According to government figures, Liberia has around one hospital bed per 1,250 people and just one nurse or midwife per 3,300 people, amongst the lowest in the world. In contrast, the United Kingdom has one nurse or midwife for every 100 people.
The Liberia government has been criticized for a relatively slow response to the outbreak and a lack of access of basic equipment needed by medical staff and authorities are facing an uphill battle to contain the virus.
Earlier in the outbreak, the overcrowded Elwa Hospital in Liberia’s capital, Monrovia, turned away some Ebola cases, a scenario exacerbated by the withdrawal of some international staff following the infection of two U.S. health workers.

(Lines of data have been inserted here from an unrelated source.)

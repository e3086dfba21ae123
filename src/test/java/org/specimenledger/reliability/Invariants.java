package org.specimenledger.reliability;

import java.sql.Connection;
import java.sql.PreparedStatement;
import java.sql.ResultSet;
import java.sql.SQLException;
import java.util.ArrayList;
import java.util.List;
import java.util.Map;
import java.util.UUID;
import javax.sql.DataSource;
import org.specimenledger.audit.ChainVerification;
import org.specimenledger.audit.ChainVerifier;

/**
 * What must hold after any crash: the ledger verifies; no raw curve without its bytes or its
 * {@code curve.received} event; no analysis without its raw curve or its {@code analysis.recorded} event;
 * every write the service acknowledged (a 2xx answer) is stored. Hook: the certificates add "no certificate
 * number skipped or used twice, no certificate without its PDF and its issue event" as one more query here.
 */
final class Invariants {

    /** Queries that must each count zero rows, with what a non-zero count means. */
    private static final Map<String, String> ORPHANS = Map.of(
            "raw curve without its bytes",
            "select count(*) from raw_curve r where not exists (select 1 from raw_curve_content c where c.raw_curve_id = r.id)",
            "raw curve without its curve.received event",
            "select count(*) from raw_curve r where not exists (select 1 from audit_event e "
                    + "where e.action = 'curve.received' and e.entity_id = r.id::text)",
            "analysis without its raw curve",
            "select count(*) from analysis_run a where not exists (select 1 from raw_curve r where r.id = a.raw_curve_id)",
            "analysis without its analysis.recorded event",
            "select count(*) from analysis_run a where not exists (select 1 from audit_event e "
                    + "where e.action = 'analysis.recorded' and e.entity_id = a.id::text)",
            "test run without its registration event",
            "select count(*) from test_run t where not exists (select 1 from audit_event e "
                    + "where e.entity_type = 'test-run' and e.entity_id = t.id::text)");

    private Invariants() {
    }

    /** Every broken invariant, empty when all hold. {@code acknowledged} maps table → ids answered with 2xx. */
    static List<String> check(DataSource ds, Map<String, List<UUID>> acknowledged) {
        List<String> out = new ArrayList<>();
        ChainVerification chain = ChainVerifier.over(ds).verify();
        if (!chain.valid()) {
            out.add("ledger broken at " + chain.firstBrokenSeq() + ": " + chain.problem() + " " + chain.detail());
        }
        try (Connection c = ds.getConnection()) {
            for (Map.Entry<String, String> orphan : ORPHANS.entrySet()) {
                long n = count(c, orphan.getValue(), null);
                if (n > 0) {
                    out.add(n + " × " + orphan.getKey());
                }
            }
            for (Map.Entry<String, List<UUID>> e : acknowledged.entrySet()) {
                List<UUID> ids = List.copyOf(e.getValue());
                if (ids.isEmpty()) {
                    continue;
                }
                long present = count(c, "select count(*) from " + e.getKey() + " where id = any(?)", ids);
                if (present != ids.size()) {
                    out.add((ids.size() - present) + " acknowledged " + e.getKey() + " rows lost (of " + ids.size() + ")");
                }
            }
        } catch (SQLException e) {
            out.add("could not check: " + e.getMessage());
        }
        return out;
    }

    private static long count(Connection c, String sql, List<UUID> ids) throws SQLException {
        try (PreparedStatement s = c.prepareStatement(sql)) {
            if (ids != null) {
                s.setArray(1, c.createArrayOf("uuid", ids.toArray()));
            }
            try (ResultSet r = s.executeQuery()) {
                r.next();
                return r.getLong(1);
            }
        }
    }

    /** Number of ledger events, for the report. */
    static long events(DataSource ds) {
        try (Connection c = ds.getConnection()) {
            return count(c, "select count(*) from audit_event", null);
        } catch (SQLException e) {
            return -1;
        }
    }
}
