package org.specimenledger.reliability;

import java.util.ArrayList;
import java.util.List;
import java.util.Set;
import tools.jackson.databind.JsonNode;

/**
 * A place where accepted text is shown to someone, and the check that it arrives there as text, never as
 * markup or script. Places: the JSON answer itself ({@link #JSON}), and the pages that show the record the
 * request created ({@link #pages}), read back with an HTML5 parser ({@link PageChecks}). PDFs and the results CSV
 * need a whole chain of records (an issued certificate, an analysed run) rather than one accepted request:
 * {@link HostileTextRenderingTest} fills every field of such a chain with the same texts and reads the PDF back
 * with PDFBox and the CSV with Commons CSV.
 */
interface RenderedText {

    /** A text the service accepted: the endpoint ("POST /api/v1/specimens"), the field's JSON pointer, the answer. */
    record Accepted(String endpoint, String pointer, String text, Wire.Answer answer) {
    }

    /** What the place is, for the failure message. */
    String name();

    /** Null when the accepted text is rendered safely at this place; else why not. */
    String check(Accepted accepted);

    /** JSON answers: served as JSON with {@code nosniff}, and the body parses (so every string is escaped). */
    RenderedText JSON = new RenderedText() {
        @Override
        public String name() {
            return "in the JSON answer";
        }

        @Override
        public String check(Accepted accepted) {
            Wire.Answer answer = accepted.answer();
            if (answer.body() == null || answer.body().isEmpty()) {
                return null;
            }
            if (!answer.contentType().startsWith("application/json")) {
                return "served as '" + answer.contentType() + "'";
            }
            if (!"nosniff".equals(answer.headers().firstValue("X-Content-Type-Options").orElse(null))) {
                return "served without X-Content-Type-Options: nosniff";
            }
            try {
                JsonNode ignored = answer.json();
            } catch (RuntimeException e) {
                return "the body is not valid JSON";
            }
            return null;
        }
    };

    /**
     * A page that shows records of one kind: its path made from the created record's answer, and the fields
     * (JSON pointers of the request) the page prints, so that their text must be found there as text.
     */
    record PageOf(String endpoint, String idMember, String path, Set<String> shown) {

        String pathFor(JsonNode created) {
            if (idMember == null) {
                return path;
            }
            JsonNode id = created == null ? null : created.get(idMember);
            return id == null || !id.isString() ? null : path.replace("{id}", id.asString());
        }
    }

    /** The lab pages that show what the corpus's accepted requests create, read as the lab manager. */
    List<PageOf> PAGES_OF = List.of(
            new PageOf("POST /api/v1/specimens", "id", "/lab/specimens/{id}", Set.of("/labIdentifier")),
            new PageOf("POST /api/v1/specimens", null, "/lab", Set.of("/labIdentifier")),
            new PageOf("POST /api/v1/tests", "id", "/lab/tests/{id}", Set.of()),
            new PageOf("POST /api/v1/tests/{id}/analyses", "testRunId", "/lab/tests/{id}", Set.of("/reason")),
            new PageOf("POST /api/v1/customers/{id}/orders", null, "/lab/certificates",
                    Set.of("/purchaseOrder", "/materialSpecification")),
            new PageOf("POST /api/v1/customers/{id}/orders", null, "/lab/jobs",
                    Set.of("/purchaseOrder", "/materialSpecification")),
            new PageOf("POST /api/v1/equipment", null, "/lab/equipment", Set.of("/assetId", "/description")));

    /** The pages place: every page of {@link #PAGES_OF} for the endpoint, read by {@code reader}. */
    static RenderedText pages(PageVisitor reader) {
        return new RenderedText() {
            @Override
            public String name() {
                return "on its pages";
            }

            @Override
            public String check(Accepted accepted) {
                List<String> problems = new ArrayList<>();
                for (PageOf page : PAGES_OF) {
                    if (!page.endpoint().equals(accepted.endpoint())) {
                        continue;
                    }
                    String path = page.pathFor(accepted.answer().json());
                    if (path == null) {
                        problems.add(page.path() + ": the answer has no " + page.idMember());
                        continue;
                    }
                    // the services store what was typed without its surrounding white space
                    problems.addAll(PageChecks.problems(reader.get(path), accepted.text().trim(),
                            page.shown().contains(accepted.pointer())));
                }
                return problems.isEmpty() ? null : String.join("; ", problems);
            }
        };
    }

    /** Every place, with the pages read by {@code reader}. */
    static List<RenderedText> places(PageVisitor reader) {
        return List.of(JSON, pages(reader));
    }

}
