package org.specimenledger.reliability;

import java.util.ArrayList;
import java.util.List;
import java.util.regex.Pattern;
import tools.jackson.databind.JsonNode;

/**
 * What every answer of the service must look like, whatever was sent: never a 5xx; every refusal an
 * RFC 9457 problem ({@code application/problem+json} with type, title, status equal to the HTTP status,
 * and a detail); nothing of the internals (stack frames, exception classes, SQL, driver messages).
 */
final class AnswerRules {

    /** Traces of internals that must never reach a client. Checked case-sensitively. */
    private static final List<Pattern> LEAKS = List.of(
            Pattern.compile("\\tat [a-z]"), Pattern.compile("at (org|java|jakarta|tools|com)\\.[a-z]+\\."),
            Pattern.compile("(org\\.hibernate|org\\.postgresql|org\\.springframework|org\\.specimenledger|java\\.lang|java\\.util|jakarta\\.|tools\\.jackson)"),
            Pattern.compile("(?i)apache tomcat|<html"),
            Pattern.compile("[A-Za-z]+Exception"), Pattern.compile("PSQL|SQLState|SQL state|ERROR: "),
            Pattern.compile("(?i)\\b(insert into|update \"?[a-z_]+\"? set|delete from|select .* from [a-z_]+ where)\\b"),
            Pattern.compile("(?i)constraint \"[a-z_]+\""), Pattern.compile("\"trace\"\\s*:"));

    private AnswerRules() {
    }

    /** Every broken rule of one answer, empty when it is fine. {@code sent} is excluded from the leak search. */
    static List<String> problemsOf(Wire.Answer a, String sent) {
        List<String> out = new ArrayList<>();
        if (a.status() >= 500) {
            out.add("answered " + a.status());
        }
        String body = a.body() == null ? "" : a.body();
        String searched = sent == null || sent.isEmpty() ? body : body.replace(sent, "");
        for (Pattern leak : LEAKS) {
            if (leak.matcher(searched).find()) {
                out.add("body shows internals (" + leak.pattern() + ")");
            }
        }
        if (a.status() >= 400) {
            if (!a.contentType().startsWith("application/problem+json")) {
                out.add("refusal is not application/problem+json but '" + a.contentType() + "'");
                return out;
            }
            JsonNode p;
            try {
                p = a.json();
            } catch (RuntimeException e) {
                out.add("problem body is not JSON");
                return out;
            }
            if (p == null || !p.isObject()) {
                out.add("problem body is not a JSON object");
                return out;
            }
            for (String member : List.of("type", "title", "detail")) {
                if (p.get(member) == null || !p.get(member).isString() || p.get(member).asString().isBlank()) {
                    out.add("problem has no " + member);
                }
            }
            if (p.get("status") == null || p.get("status").asInt() != a.status()) {
                out.add("problem status " + p.get("status") + " differs from HTTP " + a.status());
            }
        }
        return out;
    }
}
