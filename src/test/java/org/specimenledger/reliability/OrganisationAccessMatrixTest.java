package org.specimenledger.reliability;

import static org.assertj.core.api.Assertions.assertThat;

import java.util.LinkedHashMap;
import java.util.List;
import java.util.Map;
import org.junit.jupiter.api.Test;
import org.specimenledger.certificates.CertificateBench;
import org.specimenledger.testing.ReliabilityBench;
import org.specimenledger.testsupport.Api;
import org.specimenledger.testsupport.IntegrationTest;
import org.specimenledger.testsupport.TestAccounts;
import org.springframework.beans.factory.annotation.Autowired;
import org.springframework.beans.factory.annotation.Qualifier;
import org.springframework.security.access.prepost.PreAuthorize;
import org.springframework.web.servlet.mvc.method.annotation.RequestMappingHandlerMapping;

/**
 * The own/other organisation half of the access matrix (the role half is {@code RouteAccessMatrixTest}),
 * generated from the route table: every endpoint a customer may call that names a record in its path is
 * called with one organisation's real records, as that organisation's customer (answered) and as another
 * organisation's customer (always 404, never 403, so existence is not revealed). Lists and searches called
 * by the other customer must not contain the first organisation's records. An endpoint whose record kind is
 * not known here fails the test until it is added to {@link #recordFor}.
 */
class OrganisationAccessMatrixTest extends IntegrationTest {

    @Autowired
    @Qualifier("requestMappingHandlerMapping")
    RequestMappingHandlerMapping mapping;

    /** Endpoints a customer reaches but that answer 403 even for the customer's own records (raw data). */
    private static final List<String> OWN_BUT_NOT_FOR_CUSTOMERS = List.of("GET /api/v1/tests/{id}/curve");

    private Map<String, String> own;

    private void ownRecords() {
        if (own != null) {
            return;
        }
        Api t = as(TestAccounts.TECHNICIAN);
        String organisation = organisations.get(TestAccounts.CUSTOMER);
        ReliabilityBench bench = ReliabilityBench.make(t, as(TestAccounts.MANAGER), organisation);
        Api.Response run = t.post("/api/v1/tests", bench.registration());
        Api.Response upload = t.putBytes("/api/v1/tests/" + run.id() + "/curve", "text/csv", bench.curve());
        assertThat(upload.status()).as(upload.toString()).isEqualTo(201);
        own = new LinkedHashMap<>();
        own.put("customers", organisation);
        own.put("orders", bench.orderId());
        own.put("heats", bench.heatId());
        own.put("specimens", bench.specimenId());
        own.put("tests", run.id());
        own.put("analyses", upload.json().get("analysis").get("id").asString());
        own.put("certificates", issueCertificate(organisation));
    }

    /** An issued certificate of the own organisation, for the certificate and certificate-trace routes. */
    private String issueCertificate(String organisation) {
        Api manager = as(TestAccounts.MANAGER);
        // an order with a requirement, so that the certificate has lines to trace
        CertificateBench.Order order = new CertificateBench(as(TestAccounts.TECHNICIAN), manager).order(organisation,
                List.of(CertificateBench.requirement("Rm", "380", null, "MPa")), 1);
        Api.Response draft = manager.post("/api/v1/certificates/drafts", Map.of("orderId", order.orderId(),
                "specimenIds", order.specimenIds(), "productDescription", "Hot-rolled round bar"));
        assertThat(draft.status()).as(draft.toString()).isEqualTo(201);
        Map<String, Object> issue = new LinkedHashMap<>();
        issue.put("password", TestAccounts.PASSWORD);
        if (!draft.json().get("allLinesPass").asBoolean()) {
            issue.put("nonConformityStatement", "a line does not pass; issued for the access matrix");
        }
        Api.Response issued = manager.post("/api/v1/certificates/drafts/" + draft.id() + "/issue", issue);
        assertThat(issued.status()).as(issued.toString()).isEqualTo(201);
        return issued.json().get("number").asString();
    }

    private String recordFor(String pattern) {
        String[] segments = pattern.split("/");
        StringBuilder out = new StringBuilder();
        String previous = "";
        for (String segment : segments) {
            if (segment.isEmpty()) {
                continue;
            }
            out.append('/');
            if (segment.equals("{position}")) {
                out.append('1'); // the first printed line of a certificate
            } else if (segment.startsWith("{")) {
                String id = own.get(previous);
                if (id == null) {
                    return null;
                }
                out.append(id);
            } else {
                out.append(segment);
                previous = segment;
            }
        }
        return out.toString();
    }

    @Test
    void aCustomerReachesOwnRecordsAndGets404ForEveryOtherOrganisations() {
        ownRecords();
        Map<String, String> failures = new LinkedHashMap<>();
        int checked = 0;
        for (RouteTable.Route route : RouteTable.of(mapping).api()) {
            PreAuthorize declared = route.handler().getMethodAnnotation(PreAuthorize.class);
            // the pages have their own matrix (web.PageAccessMatrixTest) and browser tests of the portal's scope
            if (declared == null || !route.pattern().startsWith("/api/") || !route.pattern().contains("{") || !route.method().equals("GET")
                    || !(declared.value().contains("'CUSTOMER'") || declared.value().contains("permitAll"))) {
                continue;
            }
            if (declared.value().contains("permitAll")) {
                continue; // public facts (ledger key, checkpoints) belong to no organisation
            }
            String key = route.method() + " " + route.pattern();
            String path = recordFor(route.pattern());
            if (path == null) {
                failures.put(key, "names a record kind this matrix does not know yet; add it to recordFor");
                continue;
            }
            checked++;
            Api.Response answer = as(TestAccounts.CUSTOMER).get(path);
            int mine = answer.status();
            int expectedMine = OWN_BUT_NOT_FOR_CUSTOMERS.contains(key) ? 403 : 200;
            if (mine != expectedMine) {
                failures.put(key + " as the owner", "answered " + mine + ", expected " + expectedMine
                        + ": " + answer.body().substring(0, Math.min(300, answer.body().length())));
            }
            int other = as(TestAccounts.OTHER_CUSTOMER).get(path).status();
            if (other != 404) {
                failures.put(key + " as another organisation", "answered " + other + ", expected 404");
            }
        }
        assertThat(failures).as("own/other organisation matrix").isEmpty();
        assertThat(checked).as("customer endpoints with a record in the path").isGreaterThanOrEqualTo(5);
    }

    @Test
    void listsAndSearchesShowAnotherOrganisationNothingOfTheFirst() {
        ownRecords();
        Api other = as(TestAccounts.OTHER_CUSTOMER);
        for (String list : List.of("/api/v1/customers", "/api/v1/orders", "/api/v1/heats", "/api/v1/specimens",
                "/api/v1/tests", "/api/v1/results", "/api/v1/results.csv",
                "/api/v1/tests?specimenId=" + own.get("specimens"),
                "/api/v1/results?specimenId=" + own.get("specimens"),
                "/api/v1/results?orderId=" + own.get("orders"), "/api/v1/certificates",
                "/api/v1/certificates?number=" + own.get("certificates"))) {
            Api.Response r = other.get(list);
            assertThat(r.status()).as(list + " " + r).isIn(200, 404, 422);
            for (String id : own.values()) {
                assertThat(r.body()).as(list + " must not show " + id).doesNotContain(id);
            }
        }
    }
}
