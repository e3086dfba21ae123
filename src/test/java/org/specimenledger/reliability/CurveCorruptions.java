package org.specimenledger.reliability;

import java.nio.charset.StandardCharsets;
import java.util.ArrayList;
import java.util.Arrays;
import java.util.List;
import java.util.Random;

/**
 * Damaged curve files made from a good one: truncations, flipped and inserted bytes, broken cells, wrong
 * delimiters, impossible numbers, binary noise. Seeded, so a failure can be reproduced from its name.
 */
final class CurveCorruptions {

    /** One damaged file and what was done to it. */
    record Corrupted(String what, byte[] bytes) {
        @Override
        public String toString() {
            return what + " (" + bytes.length + " bytes)";
        }
    }

    private CurveCorruptions() {
    }

    static List<Corrupted> of(byte[] good, long seed, int randomCount) {
        String text = new String(good, StandardCharsets.UTF_8);
        List<Corrupted> out = new ArrayList<>();
        out.add(new Corrupted("empty", new byte[0]));
        out.add(new Corrupted("byte order mark only", new byte[] {(byte) 0xEF, (byte) 0xBB, (byte) 0xBF}));
        out.add(new Corrupted("header only", firstLines(text, 2)));
        out.add(new Corrupted("cut in the header", Arrays.copyOf(good, text.indexOf('\n') + 10)));
        out.add(new Corrupted("cut after 10 % of the bytes", Arrays.copyOf(good, good.length / 10)));
        out.add(new Corrupted("cut in the middle of a number", Arrays.copyOf(good, good.length / 2 + 3)));
        out.add(new Corrupted("NaN cells", replaceNth(text, ",", ",NaN,", 500)));
        out.add(new Corrupted("Infinity cells", replaceNth(text, ",", ",Infinity,", 700)));
        out.add(new Corrupted("1e400 cells", replaceNth(text, ",", ",1e400,", 900)));
        out.add(new Corrupted("negative extension everywhere", text.replace(",0.", ",-0.").getBytes(StandardCharsets.UTF_8)));
        out.add(new Corrupted("semicolons mixed with commas", replaceNth(text, ",", ";", 300)));
        out.add(new Corrupted("tab in one row", replaceNth(text, ",", "\t", 400)));
        out.add(new Corrupted("an extra cell", replaceNth(text, "\n", ",1.0\n", 600)));
        out.add(new Corrupted("a missing cell", replaceNth(text, ",", "", 800)));
        out.add(new Corrupted("NUL bytes in a row", replaceNth(text, ",", ",\u0000\u0000,", 650)));
        out.add(new Corrupted("header unit unknown", text.replace("force [kN]", "force [furlong]").getBytes(StandardCharsets.UTF_8)));
        out.add(new Corrupted("force column missing", text.replace("force [kN]", "load").getBytes(StandardCharsets.UTF_8)));
        out.add(new Corrupted("header twice", (firstLines(text, 2).length > 0 ? text + "time [s],force [kN],extension [mm]\n"
                : text).getBytes(StandardCharsets.UTF_8)));
        out.add(new Corrupted("latin-1 bytes in the header", latin1Header(good)));
        out.add(new Corrupted("one line of 2 MB without a newline", ("force [N],extension [mm]\n" + "1".repeat(2_000_000))
                .getBytes(StandardCharsets.UTF_8)));
        out.add(new Corrupted("CR-only line ends", text.replace("\n", "\r").getBytes(StandardCharsets.UTF_8)));
        out.add(new Corrupted("all zero force", zeroForce(text)));
        Random random = new Random(seed);
        byte[] noise = new byte[4096];
        random.nextBytes(noise);
        out.add(new Corrupted("binary noise, seed " + seed, noise));
        for (int i = 0; i < randomCount; i++) {
            byte[] b = good.clone();
            int flips = 1 + random.nextInt(8);
            for (int f = 0; f < flips; f++) {
                b[random.nextInt(b.length)] = (byte) random.nextInt(256);
            }
            out.add(new Corrupted("seed " + seed + " #" + i + ": " + flips + " random bytes overwritten", b));
            int cut = random.nextInt(b.length);
            out.add(new Corrupted("seed " + seed + " #" + i + ": cut at byte " + cut, Arrays.copyOf(good, cut)));
        }
        return out;
    }

    private static byte[] firstLines(String text, int lines) {
        int at = -1;
        for (int i = 0; i < lines; i++) {
            at = text.indexOf('\n', at + 1);
            if (at < 0) {
                return text.getBytes(StandardCharsets.UTF_8);
            }
        }
        return text.substring(0, at + 1).getBytes(StandardCharsets.UTF_8);
    }

    private static byte[] replaceNth(String text, String what, String with, int n) {
        int at = -1;
        for (int i = 0; i <= n; i++) {
            int next = text.indexOf(what, at + 1);
            if (next < 0) {
                break;
            }
            at = next;
        }
        if (at < 0) {
            return text.getBytes(StandardCharsets.UTF_8);
        }
        return (text.substring(0, at) + with + text.substring(at + what.length())).getBytes(StandardCharsets.UTF_8);
    }

    private static byte[] latin1Header(byte[] good) {
        String text = new String(good, StandardCharsets.UTF_8).replace("force [kN]", "Kraft [kN] \u00e4");
        return text.getBytes(StandardCharsets.ISO_8859_1);
    }

    private static byte[] zeroForce(String text) {
        StringBuilder sb = new StringBuilder();
        for (String line : text.split("\n", -1)) {
            String[] cells = line.split(",", -1);
            if (cells.length == 3 && !cells[0].startsWith("#") && !cells[0].startsWith("time")) {
                sb.append(cells[0]).append(",0,").append(cells[2]).append('\n');
            } else if (!line.isEmpty()) {
                sb.append(line).append('\n');
            }
        }
        return sb.toString().getBytes(StandardCharsets.UTF_8);
    }
}
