package org.specimenledger.reliability;

import static org.assertj.core.api.Assertions.assertThat;

import java.net.ServerSocket;
import java.nio.file.Files;
import java.nio.file.Path;
import java.time.Duration;
import java.util.ArrayList;
import java.util.List;
import java.util.concurrent.atomic.AtomicBoolean;
import java.util.concurrent.atomic.AtomicLong;
import org.junit.jupiter.api.Test;
import org.postgresql.ds.PGSimpleDataSource;
import org.specimenledger.system.EmbeddedPostgresServer;

/**
 * Restarts PostgreSQL under load: a database server of this test's own (the embedded one the project ships,
 * on its own port and data folder; the machine's shared server is never touched) is stopped and started
 * again while technicians upload and readers list. The service must come back by itself: readers get
 * answers again without anyone restarting it, and no acknowledged write is lost. While the database is
 * away, answers are 503 with {@code Retry-After} (or, for a sign-in that cannot read the account, the same),
 * never a 500. Quick mode: one restart; full mode: {@code reliability.db-restarts}, 5 unless set.
 */
class DatabaseRestartTest {

    /**
     * Restarts, alternately a crash (an immediate shutdown, SIGQUIT to the postmaster: every server process exits at
     * once, nothing is flushed, the next start replays the write-ahead log) and a fast stop (what an operator's
     * restart does: the server finishes its writes and checkpoints), a crash first.
     */
    private static final int RESTARTS = Integer.getInteger("reliability.db-restarts", HostileInputTest.FULL ? 6 : 2);

    @Test
    void theServiceRecoversFromADatabaseRestartWithoutLosingAcknowledgedWrites() throws Exception {
        Path dir = Files.createTempDirectory("ledger-dbrestart");
        Path pgData = dir.resolve("pgdata");
        int pgPort;
        try (ServerSocket s = new ServerSocket(0)) {
            pgPort = s.getLocalPort();
        }
        EmbeddedPostgresServer pg = EmbeddedPostgresServer.start(pgData, pgPort);
        LabWorkload work = new LabWorkload();
        List<Long> recoveries = new ArrayList<>();
        int crashes = 0;
        AtomicLong reads = new AtomicLong();
        AtomicLong readFailures = new AtomicLong();
        List<String> readErrors = new java.util.concurrent.CopyOnWriteArrayList<>();
        String url = pg.jdbcUrl();
        try (ServiceProcess service = new ServiceProcess(dir.resolve("service"), url)) {
            service.start(Duration.ofMinutes(3));
            AtomicBoolean stop = new AtomicBoolean();
            List<Thread> threads = new ArrayList<>();
            for (int w = 0; w < 2; w++) {
                threads.add(new Thread(() -> work.technician(service.port(), stop, true), "technician-" + w));
            }
            Wire reader = new Wire(service.base(), LabWorkload.TECHNICIAN, LabWorkload.PASSWORD);
            for (int r = 0; r < 3; r++) {
                threads.add(new Thread(() -> {
                    while (!stop.get()) {
                        try {
                            Wire.Answer a = reader.get("/api/v1/tests");
                            reads.incrementAndGet();
                            if (a.status() != 200) {
                                readFailures.incrementAndGet();
                                if (a.status() != 503) {
                                    readErrors.add(a.toString());
                                }
                            }
                        } catch (RuntimeException e) {
                            readErrors.add(e.getMessage());
                        }
                    }
                }, "reader-" + r));
            }
            threads.forEach(Thread::start);
            for (int restart = 0; restart < RESTARTS; restart++) {
                Thread.sleep(5000);
                if (restart % 2 == 0) {
                    // the moment that tells: just after the service acknowledged a write (a commit that is
                    // acknowledged before it reaches the write-ahead log on disk would be lost here)
                    long seen = work.acknowledgedCount();
                    long until = System.nanoTime() + 10_000_000_000L;
                    while (work.acknowledgedCount() == seen && System.nanoTime() < until) {
                        Thread.sleep(1); // not a spin: on two cores it would take CPU from the service it waits on
                    }
                    crash(pgData);
                    crashes++;
                }
                pg.close(); // after a crash: releases what the launcher holds
                Thread.sleep(3000);
                pg = EmbeddedPostgresServer.start(pgData, pgPort);
                long back = System.nanoTime();
                long waited = waitForReads(reader, Duration.ofSeconds(90));
                recoveries.add(waited < 0 ? -1 : (System.nanoTime() - back) / 1_000_000);
            }
            Thread.sleep(4000);
            stop.set(true);
            for (Thread t : threads) {
                t.join(60_000);
            }
            PGSimpleDataSource ds = new PGSimpleDataSource();
            ds.setUrl(url);
            List<String> broken = Invariants.check(ds, work.acknowledged);
            System.out.printf("[reliability] database restart: %d restarts (crashes: %d), reads answered again after %s ms, %d reads "
                    + "(%d not 200), %d uploads and %d writes acknowledged, %d × 503 to technicians, %d broken "
                    + "invariants%n", RESTARTS, crashes, recoveries, reads.get(), readFailures.get(), work.uploads.get(),
                    work.acknowledgedCount(), work.unavailable.get(), broken.size());
            assertThat(recoveries).as("milliseconds until reads were answered again").allMatch(ms -> ms >= 0);
            assertThat(broken).as("invariants after the database restarts").isEmpty();
            assertThat(readErrors).as("reads answered other than 200 or 503").isEmpty();
            assertThat(work.serverErrors).as("5xx other than 503").isEmpty();
            assertThat(work.uploads.get()).isPositive();
        } finally {
            pg.close();
            deleteTree(pgData); // 40 MB of database files; the service log stays for a failed run
        }
    }

    /** Immediate shutdown of the server on {@code pgData}, as its documentation describes a crash; waits for it. */
    private static void crash(Path pgData) throws Exception {
        long pid = Long.parseLong(Files.readAllLines(pgData.resolve("postmaster.pid")).get(0).trim());
        ProcessHandle postmaster = ProcessHandle.of(pid).orElseThrow();
        new ProcessBuilder("kill", "-QUIT", Long.toString(pid)).inheritIO().start().waitFor();
        postmaster.onExit().get(30, java.util.concurrent.TimeUnit.SECONDS);
    }

    private static void deleteTree(Path root) throws java.io.IOException {
        if (!Files.exists(root)) {
            return;
        }
        try (var paths = Files.walk(root)) {
            paths.sorted(java.util.Comparator.reverseOrder()).forEach(p -> p.toFile().delete());
        }
    }

    /** Milliseconds until a list answers 200, or -1 after {@code patience}. */
    private static long waitForReads(Wire reader, Duration patience) throws InterruptedException {
        long start = System.nanoTime();
        while (System.nanoTime() - start < patience.toNanos()) {
            try {
                if (reader.get("/api/v1/tests").status() == 200) {
                    return (System.nanoTime() - start) / 1_000_000;
                }
            } catch (RuntimeException e) {
                // keep trying
            }
            Thread.sleep(200);
        }
        return -1;
    }
}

Jorge Castilla-Echenique, health sector coordinator for the European Commission’s humanitarian arm ECHO, said more beds were critical in Liberia but there was also problems finding staff to run the treatment centers.
“Nobody knows if it will work, but if you don’t build the centers, then it is much more difficult to attract staff,” said Castilla-Echenique.
He said Ebola had become a question of international security and the WHO was discussing contingency plans in case the new treatment centers failed to control the spread of the disease, including military intervention by foreign forces.
Castilla-Echenique said there was also discussions about building a 1,000 bed “holding” center, which would require less medical skills and expertise than a treatment center, and could help isolate people while they awaited test results.
Kasolo declined to comment on the possibility of foreign intervention or plans for a holding center but said a “number of models” were being discussed for future action.